There’s gotta be a better way
In preparation for a new introductory digital history course that I’ll be teaching in the fall, I’ve been trying to think about how to share my decades of accumulated computer wisdom with my students (says the wise sage, stroking his long white beard). Since my personal experience with computers goes back to the 80s – actually, the late 70s with Oregon Trail on dial-up in the school library – I’m more of a Web 1.0 guy. Other than blogs, I pretty much ignore social media like Facebook and Twitter (not to mention Snapchat, Instagram, Pinterest…), and try to do most of my computer work on a screen larger than 4″. So I guess that makes me a kind of cyber-troglodyte in 2017. But I think that does allow me a much broader perspective of what computers can and can’t do. One thing I have learned to appreciate, for example, is how many incremental workflow improvements are readily available, shortcuts that don’t require writing Python from the terminal line.
As a result, I’ll probably start the course with an overview of the variety of ways computers can help us complete our tasks more quickly and easily, which requires understanding the variety of ways in which we can achieve these efficiencies. After a few minutes of thought (and approval from my “full-stack” computer-programming wife), I came up with this spectrum that suggests the ways in which we can make computers do more of our work for us. Toil, silicon slave, toil!

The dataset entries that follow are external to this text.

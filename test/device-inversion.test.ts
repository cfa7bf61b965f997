import { describe, expect, it } from "vitest";
import { Derivation, InputError, amperes, amperesPerVoltSquared, celsius, inversion, inversionLevelOf, kelvin, operatingPoint, device, meters, volts } from "../lib/index.js";

const k = amperesPerVoltSquared(1e-3);
const ut27 = (1.380649e-23 * 300.15) / 1.602176634e-19; // kT/q at 27 °C, CODATA 2018 exact constants

describe("EKV inversion coefficient (Enz, Krummenacher & Vittoz 1995; levels as Enz & Vittoz use them)", () => {
  it("is IF/(2·n·k·UT²) with n = 1.3 (from memory) at 27 °C by default", () => {
    const inv = inversion(amperes(1e-6), k);
    expect(inv.ic).toBeCloseTo(1e-6 / (2 * 1.3 * 1e-3 * ut27 * ut27), 12);
    expect(inv.ut).toBeCloseTo(0.025865, 6);
    expect(inversion(amperes(1e-6), k, { slopeFactor: 1.5, temperature: celsius(85) }).ic).toBeCloseTo(
      1e-6 / (2 * 1.5 * 1e-3 * ((1.380649e-23 * 358.15) / 1.602176634e-19) ** 2),
      12,
    );
  });
  it("places the boundaries at IC = 0.1 and 10 (moderate inversion includes both)", () => {
    expect(inversionLevelOf(0.0999)).toBe("weak");
    expect(inversionLevelOf(0.1)).toBe("moderate");
    expect(inversionLevelOf(10)).toBe("moderate");
    expect(inversionLevelOf(10.01)).toBe("strong");
  });
  it("records a warning with the gm/ID ceiling 1/(n·UT) in weak inversion", () => {
    const rec = new Derivation("weak");
    const specific = 2 * 1.3 * 1e-3 * ut27 * ut27;
    inversion(amperes(0.01 * specific), k, {}, rec);
    expect(rec.findings).toHaveLength(1);
    expect(rec.findings[0]!.severity).toBe("warning");
    expect(rec.findings[0]!.text).toContain(`${+(1 / (1.3 * ut27)).toPrecision(3)} S/A`);
    expect(rec.assumptions.join(" ")).toMatch(/n = 1\.3 \(from memory/);
  });
  it("is recorded by operatingPoint when a derivation is given, and not otherwise", () => {
    const m = device({ name: "inv", polarity: "nmos", kp: amperesPerVoltSquared(100e-6), vt0: volts(0.5) }, meters(10e-6), meters(1e-6));
    const rec = new Derivation("op");
    operatingPoint(m, { vgs: volts(0.52), vds: volts(1) }, {}, rec);
    expect(rec.findings.map((f) => f.severity)).toEqual(["caution"]);
    expect(rec.steps.some((s) => s.kind === "formula" && s.formula === "inversionCoefficient")).toBe(true);
  });
  it("rejects bad inputs, naming them", () => {
    expect(() => inversion(amperes(NaN), k)).toThrow(InputError);
    expect(() => inversion(amperes(-1e-6), k)).toThrow(/inversion\.forward: got -0\.000001/);
    expect(() => inversion(amperes(1e-6), amperesPerVoltSquared(0))).toThrow(/inversion\.k: got 0/);
    expect(() => inversion(amperes(1e-6), k, { slopeFactor: 0.8 })).toThrow(/options\.slopeFactor: got 0\.8, expected a slope factor n ≥ 1/);
    expect(() => inversion(amperes(1e-6), k, { temperature: kelvin(-3) })).toThrow(/options\.temperature: got -3/);
  });
});
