function compareChunk(stages: Stage[], offset: number, topology: string, polarity: Polarity): void {
  const lines = [".options reltol=1e-10 vntol=1e-12 abstol=1e-16 gmin=1e-18"];
  const control: string[] = ["op"];
  const plans = stages.map((st, j) => {
    const i = offset + j;
    const c = stageCircuit(st, `c${i}_`) as ReturnType<typeof stageCircuit> & { net: Netlist };
    // No junction leakage: the square law has none (ngspice's default IS is 1e-14 A).
    lines.push(...c.lines.map((l) => (l.startsWith(".model") ? `${l} is=0` : l)));
    const unknown = c.net.unknown;
    const names = c.net.mosfets.map((m) => m.name);
    for (const n of unknown) control.push(`print v(${c.nodes[n]})`);
    for (const m of names) control.push(`print i(${c.ammeters![`M${m}`]!.toLowerCase()})`, `print @${c.instances![`M${m}`]!.toLowerCase()}[von]`);
    return { c, unknown, names, i };
  });
  const tfLines: string[] = [];
  stages.forEach((st, j) => {
    const g = gains[st.topology];
    if (!g) return;
    for (const inp of g.inputs) tfLines.push(`tf v(${plans[j]!.c.nodes[g.out]}) Vc${plans[j]!.i}_${inp}`, "print transfer_function");
  });
  let rows: Array<[string, number]>;
  try {
    rows = runNgspice({ circuit: lines.join("\n"), control: [...control, ...tfLines].join("\n") });
  } catch (e) {
    // ngspice found no operating point at all (source stepping and gmin stepping failed): counted, not compared.
    if (!(e instanceof ConvergenceError)) throw e;
    oracleFailed += stages.length;
    return;
  }
  const expected = plans.reduce((acc, q) => acc + q.unknown.length + 2 * q.names.length, 0) + tfLines.length / 2;
  if (rows.length !== expected) {
    // ngspice stopped on an operating point it could not find (it prints nothing further): counted, not compared.
    oracleFailed += stages.length;
    return;
  }
  let k = 0;
  const next = () => {
    expect(k, "ngspice printed fewer values than asked for").toBeLessThan(rows.length);
    return rows[k++]![1];
  };
  const solved = stages.map((st, j) => {
    const { c, unknown, names, i } = plans[j]!;
    const a = analyzeStage(st);
    const where = `${topology} ${polarity} #${i}: ${JSON.stringify(st)}`;
    const spiceV: Record<string, number> = { ...c.net.fixed, "0": 0 };
    const res = solveNetlist(c.net);
    // Read this circuit's printed values first, then check that ngspice's own solution obeys KCL:
    // where ngspice did not converge (it warns and prints its last iterate) the circuit is counted, not compared.
    const printed = [...unknown.map(() => next()), ...names.flatMap(() => [next(), next()])];
    unknown.forEach((n, u) => (spiceV[n] = printed[u]!));
    const spiceId: Record<string, number> = {};
    names.forEach((m, q) => (spiceId[m] = printed[unknown.length + 2 * q]!));
    let kcl = 0;
    const spiceFloating = new Set<string>();
    for (const n of unknown) {
      let sum = 0;
      let mag = 0;
      for (const r of c.net.resistors) {
        const ir = (spiceV[r.a]! - spiceV[r.b]!) / r.r;
        if (r.a === n) (sum += ir), (mag += Math.abs(ir));
        if (r.b === n) (sum -= ir), (mag += Math.abs(ir));
      }
      for (const src of c.net.sources) {
        if (src.from === n) (sum += src.i), (mag += Math.abs(src.i));
        if (src.to === n) (sum -= src.i), (mag += Math.abs(src.i));
      }
      for (const m of c.net.mosfets) {
        const id = spiceId[m.name]!;
        if (m.d === n) (sum += id), (mag += Math.abs(id));
        if (m.s === n) (sum -= id), (mag += Math.abs(id));
      }
      kcl = Math.max(kcl, Math.abs(sum) / Math.max(mag, 1e-9));
      // No current through the node in ngspice's solution either: it floats there too.
      if (mag < 1e-12) spiceFloating.add(n);
    }
    // A node far outside the rails: ngspice settled on a non-physical solution of a circuit with a floating node.
    const railMin = Math.min(st.supplies.vss ?? 0, 0) - 1;
    const railMax = st.supplies.vdd + 1;
    if (kcl > 1e-6 || unknown.some((n) => !(spiceV[n]! >= railMin && spiceV[n]! <= railMax))) {
      oracleFailed++;
      return undefined;
    }
    // A floating node (every device on it off, no current) has no determined voltage; nor has a node set by a
    // device whose gate floats (the two-stage amplifier's output when its first stage is off).
    const undetermined = new Set<string>([...res.floating, ...spiceFloating]);
    const driven = new Set<string>();
    for (let grew = true; grew; ) {
      grew = false;
      for (const m of c.net.mosfets)
        if (undetermined.has(m.g) || driven.has(m.g))
          for (const x of [m.d, m.s])
            if (unknown.includes(x) && !driven.has(x)) {
              driven.add(x);
              undetermined.add(x);
              grew = true;
            }
    }
    let p = 0;
    for (const n of unknown) {
      const ref = printed[p++]!;
      if (undetermined.has(n)) {
        floatingNodes++;
        continue;
      }
      const ours = a.nodes[n]!;
      const err = Math.abs(ours - ref);
      worstNode = Math.max(worstNode, err / Math.max(1, Math.abs(ref)));
      expect(err, `V(${n}) ours ${ours} ngspice ${ref} — ${where}`).toBeLessThanOrEqual(Math.max(1e-6, 1e-6 * Math.abs(ref)));
    }
    let degenerate = res.floating.length > 0 || spiceFloating.size > 0;
    for (const m of names) {
      const id = printed[p++]!;
      const von = printed[p++]!;
      const mos = c.net.mosfets.find((x) => x.name === m)!;
      const dev = a.devices?.[`M${m}`] ?? { op: a.op, region: a.region };
      const ours = dev.op.id;
      // A device whose gate voltage is undetermined carries an undetermined current: counted, not compared.
      const gateUndetermined = undetermined.has(mos.g) || driven.has(mos.d) || driven.has(mos.s);
      if (gateUndetermined) {
        edgeDevices++;
        notCompared[topology] = (notCompared[topology] ?? 0) + 1;
        degenerate = true;
        tally[topology] ??= { cutoff: 0, triode: 0, saturation: 0 };
        tally[topology]![dev.region]++;
        continue;
      }
      expect(Math.abs(ours - id), `I(M${m}) ours ${ours} ngspice ${id} — ${where}`).toBeLessThanOrEqual(Math.max(1e-6 * Math.abs(id), 1e-11));
      // ngspice's region at its own node voltages: threshold von (signed) from the terminal acting as source.
      const ms = mos.device.card.polarity === "nmos" ? 1 : -1;
      const vd = spiceV[mos.d]!;
      const vsrc = spiceV[mos.s]!;
      const swap = ms * (vd - vsrc) < 0;
      const es = swap ? vd : vsrc;
      const ed = swap ? vsrc : vd;
      const r = regionOf(ms * (spiceV[mos.g]! - es) - ms * von, ms * (ed - es));
      // A device with no current in both solutions, at the edge of conduction or on a floating node, has no determined region.
      const onFloating = [mos.d, mos.s, mos.g].some((n) => res.floating.includes(n) || spiceFloating.has(n));
      const edge = Math.abs(id) < 1e-12 && Math.abs(ours) < 1e-12 && (Math.abs(dev.op.vov) < 1e-5 || onFloating);
      if (!edge) expect(dev.region, `M${m} region — ${where}`).toBe(r);
      else {
        edgeDevices++;
        notCompared[topology] = (notCompared[topology] ?? 0) + 1;
        degenerate = true;
      }
      tally[topology] ??= { cutoff: 0, triode: 0, saturation: 0 };
      tally[topology]![dev.region]++;
    }
    circuits++;
    return degenerate ? undefined : res;
  });
  stages.forEach((st, j) => {
    const g = gains[st.topology];
    if (!g) return;
    for (const inp of g.inputs) {
      const ref = next();
      // Gains are compared where both solutions are determined: no floating node, no device at the edge of conduction.
      if (!solved[j]) continue;
      const ours = smallSignalResponse(solved[j]!.compiled, { [inp]: 1 })[g.out]!;
      const err = Math.abs(ours - ref);
      if (Math.abs(ref) > 1e-9) worstGain = Math.max(worstGain, err / Math.abs(ref));
      expect(err, `.tf v(${g.out})/${inp} ours ${ours} ngspice ${ref} — ${topology} ${polarity} #${plans[j]!.i}`).toBeLessThanOrEqual(Math.max(1e-5 * Math.abs(ref), 1e-6));
      tfCompared++;
    }
  });
  expect(k).toBe(rows.length);
}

So I’ll want my students, for example, to think about low-hanging fruit (efficiency fruit?) that they can spend five minutes googling and save themselves hours of mindless labor. As an example, I’m embarrassed to admit that it was only when sketching this spectrum that I realized that I should try to automate one of the most annoying features of my current note-taking system, the need to clean up hundreds of PDFs downloaded from various databases: Google Books, Gale’s newspaper and book databases, etc. If you spend any time downloading early modern primary sources (or scan secondary sources), you know that the standard file format continues to be Adobe Acrobat PDFs. And if you’ve seen the quality of early modern OCR’d text, you know why having the original page images is a good idea.
But you may want, for example, to delete pages from PDFs that include various copyright text – that text will confuse DTPO’s AI and your searches. I’m sure there are more sophisticated ways of doing that, but the spectrum above should prompt you to wonder whether Adobe Acrobat has some kind of script or macro feature that might speed up deleting such pages from 1,000s (literally) of PDF documents that you’ve downloaded over the years. And, lo and behold, Adobe Acrobat does indeed have an automation feature that allows you to carry out the same PDF manipulation again and again. Once you realize “there’s gotta be a better way!”, you only need to figure out what that feature is called in the application in question. For Adobe Acrobat it used to be called batch processing, but in Adobe Acrobat Pro DC such mass manipulations now fall under the Actions moniker. So google ‘Adobe Acrobat Actions’ and you’ll quickly find websites that allow you to download various actions people have created. Which allows you to quickly learn how the feature works, and to modify existing actions. For example, I made this Acrobat Action to add “ps” (primary source) to the Keywords metadata field of every PDF file in the designated folder:
I already copied and tweaked macros and Applescripts that will add Keywords to rich text files in my Devonthink database, but this Adobe solution is ideal after I’ve downloaded hundreds of PDFs from, say, a newspaper database.
Similarly, this next action will delete the last page of every PDF in the designated folder. (I just hardcoded to delete page 4, because I know newspaper X always has 4 pages – I can sort by file size to locate any outliers – and the last page is always the copyright page with the nasty text I want to delete. I can, for example, change the exact page number for each newspaper series, though there’s probably a way to make this a variable that the user can specify with each use):
Computers usually have multiple ways to do any specific task. For us non-programmers, the internet is full of communities of nerds who explain how to automate all sorts of software tasks – forums (fora?) are truly a god-send. But it first requires us to expect more from our computers and our software. For any given software, RTFM (as they say), and then check out the software’s website forum – you’ll be amazed at the stuff you find. Hopefully all that time you save from automation won’t be spent obsessively reading the forum!